Lima belas orang membawa alat musik unik menaiki lantai panggung. Ada bapak-bapak berpakaian ala petani berbaju hitam dengan iket (ikat kepala) terpasang di kepala, ada ibu-ibu berkebaya, dan anak-anak berpakaian anak petani. Bapak-bapak dan anak-anak menenteng alat musik yang terbuat dari bambu. Ada yang berbentuk pipih ada pula yang berbentuk bulat utuh bambu.
Saat mulai dimainkan terdengar alunan bunyi yang unik dari bambu pipih yang ditiup dan bambu bulat yang dipukul. ”Inilah Rinding Gumbeng, alat musik yang kami percaya sudah ada sejak jaman purba dan sudah turun-temurun diwariskan kepada kami” ungkap Sudiyo, pimpinan kelompok ”Ngluri Seni” dari Desa Beji Kecamatan Ngawen Kabupaten Gunungkidul.

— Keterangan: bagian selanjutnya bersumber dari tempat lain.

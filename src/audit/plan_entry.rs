//! One plan's entry: every beam of every fraction group, what they sum to,
//! the findings, and the verdict.

use super::checks::{CheckInput, run_checks};
use super::compare::beam_entry;
use super::group::{judge_group, strictest_levels};
use super::{BeamEntry, PlanEntry, Rivals, SharedPointSum, Verdict};
use crate::beam_model::{DataOrigin, ModelSet};
use crate::dose::{
    BeamRequest, DepthRow, ModelAnswer, Obstacle, ObstacleKind, StepLimits, calculate_beam,
};
use crate::plan::{Effect, NoteScope, Plan};
use crate::settings::Site;

/// What the audit of one plan needs.
#[derive(Clone, Copy, Debug)]
pub struct PlanInput<'a> {
    /// File, as it was given or found.
    pub file: &'a str,
    /// SHA-256 of the file, hex.
    pub sha256: &'a str,
    /// The plan.
    pub plan: &'a Plan,
    /// Other files with the same SOP Instance UID and different content.
    pub rivals: &'a Rivals,
    /// The models on offer.
    pub models: &'a ModelSet,
    /// The site's rules.
    pub site: &'a Site,
    /// Rows of the user's depth table for this plan.
    pub depth_rows: &'a [DepthRow],
}

/// Audits one plan.
#[must_use]
pub fn audit_plan(input: PlanInput<'_>) -> PlanEntry {
    let PlanInput { plan, site, .. } = input;
    let mut beams: Vec<BeamEntry> = beam_places(plan)
        .into_iter()
        .map(|(beam_index, group)| {
            let mut calculation = calculate_beam(&BeamRequest {
                plan,
                beam_index,
                group,
                model: model_for(input, beam_index),
                site,
                depth_row: depth_row_for(input, beam_index),
                steps: StepLimits::default(),
            });
            calculation.obstacles.extend(rival_obstacle(input.rivals));
            beam_entry(plan, calculation, site)
        })
        .collect();

    let sums = judge_groups(plan, &mut beams, site);
    let (sum, no_sum_reason) = match <[_; 1]>::try_from(sums) {
        Ok([Ok(sum)]) => (Some(sum), None),
        Ok([Err(reason)]) => (None, Some(reason)),
        Err(sums) if sums.is_empty() => (None, Some("no fraction group with beams".to_owned())),
        Err(_) => (None, Some("several fraction groups".to_owned())),
    };
    let findings = run_checks(
        &CheckInput {
            plan,
            beams: &beams,
            rivals: input.rivals,
            site,
        },
        &site.checks,
    );
    let verdict = plan_verdict(plan, &beams, sum.as_ref(), site);
    PlanEntry {
        file: input.file.to_owned(),
        sha256: input.sha256.to_owned(),
        sop_instance_uid: plan.identity.sop_instance_uid.get(),
        patient_id: plan.identity.patient_id.get(),
        patient_name: plan.identity.patient_name.get(),
        plan_label: plan
            .identity
            .plan_label
            .get()
            .or_else(|| plan.identity.plan_name.get()),
        approval: plan.identity.approval.status.get(),
        machine: machines(&beams),
        fractions: fractions(plan),
        prescription_gy: prescription_gy(plan),
        sum,
        no_sum_reason,
        worst_beam_percent: worst_beam_percent(&beams),
        verdict,
        uses_invented_model: uses_invented_model(input, &beams),
        beams,
        findings,
    }
}

/// Every (beam, group reference) of the plan: references in order, then beams that no group references.
fn beam_places(plan: &Plan) -> Vec<(usize, Option<(usize, usize)>)> {
    let mut places = Vec::new();
    let mut referenced = vec![false; plan.beams.len()];
    for (group_index, group) in plan.fraction_groups.iter().enumerate() {
        for (reference_index, reference) in group.beams.iter().enumerate() {
            let Some(&number) = reference.beam_number.value() else {
                continue;
            };
            // A number that stands twice concerns every beam that bears it: each gets its row.
            for (beam_index, beam) in plan.beams.iter().enumerate() {
                if beam.number.value() == Some(&number) {
                    referenced[beam_index] = true;
                    places.push((beam_index, Some((group_index, reference_index))));
                }
            }
        }
    }
    let alone = referenced
        .iter()
        .enumerate()
        .filter(|(_, referenced)| !**referenced)
        .map(|(beam_index, _)| (beam_index, None));
    places.extend(alone);
    places
}

fn model_for<'a>(input: PlanInput<'a>, beam_index: usize) -> ModelAnswer<'a> {
    let machine = input
        .plan
        .beams
        .get(beam_index)
        .and_then(|beam| beam.machine.value());
    match machine.and_then(|name| input.models.machine_for(name)) {
        Some(model) => ModelAnswer::Found(model),
        None => ModelAnswer::Unknown {
            known_names: input.models.known_names(),
        },
    }
}

fn depth_row_for<'a>(input: PlanInput<'a>, beam_index: usize) -> Option<&'a DepthRow> {
    let number = input.plan.beams.get(beam_index)?.number.get()?;
    input
        .depth_rows
        .iter()
        .find(|row| row.beam_number == number)
}

fn rival_obstacle(rivals: &Rivals) -> Option<Obstacle> {
    let first = rivals.first()?;
    Some(Obstacle {
        kind: ObstacleKind::Reading,
        message: format!(
            "{} more file(s) carry the same SOP Instance UID (0008,0018) with different content, such as {first}: which one is the plan cannot be told; remove the wrong one",
            rivals.count()
        ),
    })
}

fn judge_groups(
    plan: &Plan,
    beams: &mut [BeamEntry],
    site: &Site,
) -> Vec<Result<SharedPointSum, String>> {
    let mut sums = Vec::new();
    for group_index in 0..plan.fraction_groups.len() {
        let mut entries: Vec<&mut BeamEntry> = beams
            .iter_mut()
            .filter(|entry| entry.calculation.group_index == Some(group_index))
            .collect();
        let lost = lost_references(plan, group_index);
        if !entries.is_empty() || lost.is_some() {
            sums.push(judge_group(plan, &mut entries, lost, site));
        }
    }
    sums
}

/// References of a group that lead to no beam, in words: something that was meant to be treated is not in the file.
fn lost_references(plan: &Plan, group_index: usize) -> Option<String> {
    let group = plan.fraction_groups.get(group_index)?;
    let lost = group.beams.iter().find(|reference| {
        !plan.beams.iter().any(|beam| {
            !beam.number.is_absent() && beam.number.get() == reference.beam_number.get()
        })
    })?;
    Some(lost.beam_number.get().map_or_else(
        || "a reference of the fraction group names no beam".to_owned(),
        |number| format!("the fraction group refers to beam {number}, which is not in the plan"),
    ))
}

fn plan_verdict(
    plan: &Plan,
    beams: &[BeamEntry],
    sum: Option<&SharedPointSum>,
    site: &Site,
) -> Verdict {
    // A note that blocks a group or the plan counts even where no beam is left to carry it.
    let blocked = plan.notes.iter().any(|note| match note.effect {
        Effect::None => false,
        Effect::BlocksPlan => true,
        Effect::BlocksScope => !matches!(note.scope, NoteScope::Beam(_)),
    });
    let lost = (0..plan.fraction_groups.len()).any(|group| lost_references(plan, group).is_some());
    let of_notes = if blocked || lost {
        Verdict::NotVerifiable
    } else {
        Verdict::NotApplicable
    };
    let of_beams = beams
        .iter()
        .map(|entry| entry.verdict)
        .filter(|verdict| *verdict != Verdict::NotTreated)
        .max()
        .unwrap_or(Verdict::NotApplicable);
    let of_sum = sum.map_or(Verdict::NotApplicable, |sum| {
        strictest_levels(beams, site).map_or(Verdict::NotVerifiable, |levels| {
            levels.verdict(sum.deviation_percent)
        })
    });
    of_notes.max(of_beams).max(of_sum)
}

fn machines(beams: &[BeamEntry]) -> Option<String> {
    let mut names: Vec<&str> = Vec::new();
    for name in beams.iter().filter_map(|entry| entry.machine.as_deref()) {
        if !names.contains(&name) {
            names.push(name);
        }
    }
    (!names.is_empty()).then(|| names.join(" + "))
}

fn fractions(plan: &Plan) -> Option<i32> {
    let mut planned = plan
        .fraction_groups
        .iter()
        .map(|group| group.fractions_planned.get());
    let first = planned.next()??;
    planned.all(|other| other == Some(first)).then_some(first)
}

/// The one target prescription dose that the fraction groups refer to; `None` when there is none or several.
fn prescription_gy(plan: &Plan) -> Option<f64> {
    match super::prescription::stated_prescriptions(plan).as_slice() {
        [one] => Some(one.dose_gy),
        _ => None,
    }
}

fn worst_beam_percent(beams: &[BeamEntry]) -> Option<f64> {
    beams
        .iter()
        .filter(|entry| entry.judgement.is_some())
        .filter_map(|entry| entry.deviation_percent)
        .max_by(|a, b| a.abs().total_cmp(&b.abs()))
}

fn uses_invented_model(input: PlanInput<'_>, beams: &[BeamEntry]) -> bool {
    beams
        .iter()
        .filter(|entry| entry.calculation.is_calculated())
        .filter_map(|entry| input.models.machine_for(entry.machine.as_deref()?))
        .any(|model| model.provenance.origin == DataOrigin::Invented)
}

Lima belas orang yang memainkan Rinding Gumbeng ini terdiri dari 5 orang meniup rinding, 7 orang memukul Gumbeng, dan 3 orang sebagai sinden (penyanyi-red). Lagu–lagu yang mereka sajikan biasanya adalah lagu–lagu tradisional jawa dan campur sari. ”Rinding Gumbeng ini kami mainkan sebagai ungkapan rasa syukur petani atas hasil panen yang dihasilkan". Permainan Rinding Gumbeng ini dikenal dengan ritual ”Mboyong Dewi Srii” imbuh kakek 70 tahun yang juga penerima KEHATI AWARD 2009 ini.
Ada 3 Kelompok Rinding Gumbeng di Desa Beji, kelompok kasepuhan yang terdiri dari para orang tua, kelompok remaja dan kelompok anak-anak. ”Kami dorong regenerasi pemain Rinding Gumbeng supaya tidak kepaten obor (kehilangan generasi)” papar pimpinan kelompok yang pernah mengajar memainkan Rinding Gumbeng kepada tamu dari Jepang, Australia dan Kanada yang mengunjungi Desa Beji yang juga sebagai Hutan Wisata Wonosadi, tempat di mana komunitas pelestari Rinding Gumbeng ini tinggal. Kelompok Rinding Gumbeng "Ngluri Seni" pernah berpartisipasi dalam Festival Internasional Seni Tradisional di Yogyakarta dan pentas di Taman Mini Indonesia Indah dan Taman Ismail Marzuki.